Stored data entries
◆ ◆ ◆ ◆ ◆
// JobFilter matches every job of sweep, of every solver ("" for every
// sweep).
func (n Names) JobFilter(sweep string) string {
	if sweep == "" {
		return n.p() + ".job.>"
	}
	return n.p() + ".job." + SweepToken(sweep) + ".>"
}

// ResultSubject is the subject of the outcome of job id of sweep.
func (n Names) ResultSubject(sweep, id string) string {
	return n.p() + ".result." + SweepToken(sweep) + "." + id
}

// ResultFilter matches every outcome.
func (n Names) ResultFilter() string { return n.p() + ".result.>" }

// WorkerSubject is where worker id reports itself.
func (n Names) WorkerSubject(id string) string { return n.p() + ".worker." + id }

// WorkerFilter matches every worker report.
func (n Names) WorkerFilter() string { return n.p() + ".worker.*" }

// API verbs of the coordinator.
const (
	VerbPing   = "ping" // empty request; the reply is the store path
	VerbStatus = "status"
	VerbRows   = "rows"
	VerbSubmit = "submit"
	VerbCancel = "cancel"
	VerbForget = "forget" // discard stored outcomes so that they run again
)

// TicketHeader is the NATS header of a job message that holds its ticket
// (32 hex digits), and of a result message that echoes it.
const TicketHeader = "Fvsweep-Ticket"

// API is the request subject of verb.
func (n Names) API(verb string) string { return n.p() + ".api." + verb }

// Role is whom a NATS connection acts for. Each role has a secret of its
// own and only the rights it needs (coordinator/server/access.go).
type Role string

const (
	// RoleOperator runs the coordinator: it owns the streams, consumers and
	// buckets and may do what every other role may.
	RoleOperator Role = "operator"
	// RoleSubmitter submits, cancels and forgets sweeps and reads them.
	RoleSubmitter Role = "submitter"
	// RoleReader reads: status, rows (table, export, report) and snapshots.
	RoleReader Role = "reader"
	// RoleWorker pulls jobs and sends their outcomes, snapshots and reports.
	RoleWorker Role = "worker"
)

// Roles lists every role, the most trusted first.
var Roles = []Role{RoleOperator, RoleSubmitter, RoleReader, RoleWorker}

// Inbox is the inbox prefix of the connections of role r: replies to
// their requests arrive on Inbox(r)+".>", which only r (and the operator)
// may subscribe to.
func (n Names) Inbox(r Role) string { return "_INBOX_" + n.p() + "_" + string(r) }

// IsInbox reports whether subject is an inbox (of a role, or nats.go's
// default "_INBOX."): the only subjects the coordinator answers requests on,
// so that a request cannot make it publish elsewhere.
func IsInbox(subject string) bool {
	return strings.HasPrefix(subject, "_INBOX.") || strings.HasPrefix(subject, "_INBOX_")
}

// SweepToken maps a sweep name to one subject token and key-value key: the
// name itself when it is made of letters, digits, '-' and '_' (at most 64),
// otherwise "h" and 16 hex digits of its SHA-256.
func SweepToken(name string) string {
	if len(name) <= 64 && isToken(name) {
		return name
	}
	sum := sha256.Sum256([]byte(name))
	return "h" + hex.EncodeToString(sum[:8])
}

func isToken(s string) bool {
	if s == "" {
		return false
	}
	for i := 0; i < len(s); i++ {
		c := s[i]
		if !(c >= 'a' && c <= 'z' || c >= 'A' && c <= 'Z' || c >= '0' && c <= '9' || c == '-' || c == '_') {
			return false
		}
	}
	return true
}

// RunningJob is a job a worker is running.
type RunningJob struct {
	JobID string    `json:"job_id"`
	Sweep string    `json:"sweep"`
	Since time.Time `json:"since"`
	// Progress is the fraction of the job done, 0 to 1 (t/t_end for
	// fv2d); absent when the runner tells none (outside programs).
	Progress *float64 `json:"progress,omitempty"`
}

// WorkerReport is what a worker publishes about itself every Every.
type WorkerReport struct {
	ID          string        `json:"id"`
	Host        string        `json:"host"`
	Cores       int           `json:"cores"`
	Concurrency int           `json:"concurrency"`
	Started     time.Time     `json:"started"`
	Sent        time.Time     `json:"sent"`
	Every       time.Duration `json:"every"` // the report interval
	Done        int           `json:"done"`
	Failed      int           `json:"failed"`
	Busy        float64       `json:"busy"` // fraction of slot time spent running jobs
	Current     []RunningJob  `json:"current"`
	Leaving     bool          `json:"leaving,omitempty"` // draining: the last report
	// Solvers are the outside programs the worker offers, "NAME@VERSION"
	// each (every worker offers fv2d); absent when none.
	Solvers []string `json:"solvers,omitempty"`
	// CurrentMore counts the running jobs a status reply leaves out of
	// Current (it lists at most StatusCurrentMax per worker); 0 in reports.
	CurrentMore int `json:"current_more,omitempty"`
}

// StatusCurrentMax is the number of a worker's running jobs a status reply
// lists; the rest are counted in CurrentMore, so that the reply of a
// thousand busy workers stays a few megabytes.
const StatusCurrentMax = 16

// ReportBounds bound what a coordinator takes from worker reports.
type ReportBounds struct {
	// MaxBytes bounds a report message, MaxCurrent its running jobs,
	// MaxText its ID and host name (bytes).
	MaxBytes   int
	MaxCurrent int
	MaxText    int
	// MinEvery and MaxEvery bound the report interval a worker states;
	// a report that comes sooner than MinEvery after the last one taken
	// from the same worker is dropped.
	MinEvery time.Duration
	MaxEvery time.Duration
	// MaxWorkers bounds the workers known at once; a new worker's reports
	// are dropped while that many others are live.
	MaxWorkers int
	// MaxCores bounds the cores and the concurrency a worker states.
	MaxCores int
}

// DefaultReportBounds are the report bounds a coordinator applies unless
// told otherwise. fvsweep's workers report every 2 s (tests: 100 ms).
func DefaultReportBounds() ReportBounds {
	return ReportBounds{
		MaxBytes: 32 << 10, MaxCurrent: 256, MaxText: 128,
		MinEvery: 50 * time.Millisecond, MaxEvery: time.Minute,
		MaxWorkers: 2048, MaxCores: 4096,
	}
}

// DecodeWorkerReport parses a worker report and checks it against b.
func DecodeWorkerReport(data []byte, b ReportBounds) (WorkerReport, error) {
	if len(data) > b.MaxBytes {
		return WorkerReport{}, fmt.Errorf("worker report of %d bytes exceeds %d", len(data), b.MaxBytes)
	}
	var r WorkerReport
	if err := job.DecodeStrict("worker report", data, &r); err != nil {
		return WorkerReport{}, err
	}
	if !isToken(r.ID) || len(r.ID) > b.MaxText {
		return WorkerReport{}, fmt.Errorf("worker report: id %.40q is not a subject token of at most %d bytes", r.ID, b.MaxText)
	}
	bad := func(format string, args ...any) (WorkerReport, error) {
		return WorkerReport{}, fmt.Errorf("worker report %s: %s", r.ID, fmt.Sprintf(format, args...))
	}
	switch {
	case r.Every < b.MinEvery || r.Every > b.MaxEvery:
		return bad("interval %v outside %v..%v", r.Every, b.MinEvery, b.MaxEvery)
	case len(r.Host) > b.MaxText:
		return bad("host name of %d bytes", len(r.Host))
	case r.Cores < 0 || r.Cores > b.MaxCores || r.Concurrency < 0 || r.Concurrency > b.MaxCores:
		return bad("cores %d, concurrency %d outside 0..%d", r.Cores, r.Concurrency, b.MaxCores)
	case r.CurrentMore != 0:
		return bad("current_more %d: a report lists all its running jobs", r.CurrentMore)
	case r.Done < 0 || r.Failed < 0:
		return bad("negative counts")
	case !(r.Busy >= 0 && r.Busy <= 1.5): // a slot's run time may overlap its report period a little
		return bad("busy fraction %g", r.Busy)
	case len(r.Current) > b.MaxCurrent || len(r.Current) > max(r.Concurrency, 1):
		return bad("%d current jobs for %d slots (at most %d)", len(r.Current), r.Concurrency, b.MaxCurrent)
	}
	for _, j := range r.Current {
		if !job.ValidID(j.JobID) || len(j.Sweep) > b.MaxText*2 {
			return bad("current job %.40q of sweep %.40q", j.JobID, j.Sweep)
		}
		if p := j.Progress; p != nil && !(*p >= 0 && *p <= 1) {
			return bad("current job %s: progress %g outside 0..1", j.JobID, *p)
		}
	}
	return r, nil
}

// SubmitRequest asks the coordinator to expand and run a spec it is sent in
// full (the coordinator may not see the submitter's files).
type SubmitRequest struct {
	File        string `json:"file"`   // for messages only
	Source      string `json:"source"` // the TOML text
	RetryFailed bool   `json:"retry_failed,omitempty"`
	// Solvers are the manifests of the outside programs the spec may
	// name, sent in full like the spec.
	Solvers []ManifestText `json:"solvers,omitempty"`
}

// ManifestText is a solver manifest as its file holds it.
type ManifestText struct {
	File   string `json:"file"`   // for messages only
	Source string `json:"source"` // the TOML text
}

// SubmitReply says what a submission did.
type SubmitReply struct {
	Sweep   string `json:"sweep"`
	Jobs    int    `json:"jobs"`    // expanded
	Stored  int    `json:"stored"`  // already had an outcome
	Retried int    `json:"retried"` // failed outcomes deleted to run again
	Queued  int    `json:"queued"`  // published now (or already queued)
	Error   string `json:"error,omitempty"`
}

// SweepRequest names a sweep ("" for all, where a verb allows it).
type SweepRequest struct {
	Sweep string `json:"sweep"`
}

// SweepStatus counts a sweep's jobs. Queued = JobsTotal - Done - Failed - Running.
type SweepStatus struct {
	Sweep     string `json:"sweep"`
	SpecFile  string `json:"spec_file"`
	JobsTotal int    `json:"jobs_total"`
	Done      int    `json:"done"`
	Failed    int    `json:"failed"`
	Running   int    `json:"running"`
	Queued    int    `json:"queued"`
	// Waiting are the queued jobs no live worker can take, by the solver
	// they wait for ("NAME@VERSION"); absent when none.
	Waiting  map[string]int `json:"waiting,omitempty"`
	Canceled bool           `json:"canceled"`
	Created  time.Time      `json:"created"`
	Updated  time.Time      `json:"updated"`
}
◆ ◆ ◆ ◆ ◆
Try it
Go through the entries and report every line with the string "when".

Result
// name itself when it is made of letters, digits, '-' and '_' (at most 64),
	// fv2d); absent when the runner tells none (outside programs).
	// each (every worker offers fv2d); absent when none.
	// they wait for ("NAME@VERSION"); absent when none.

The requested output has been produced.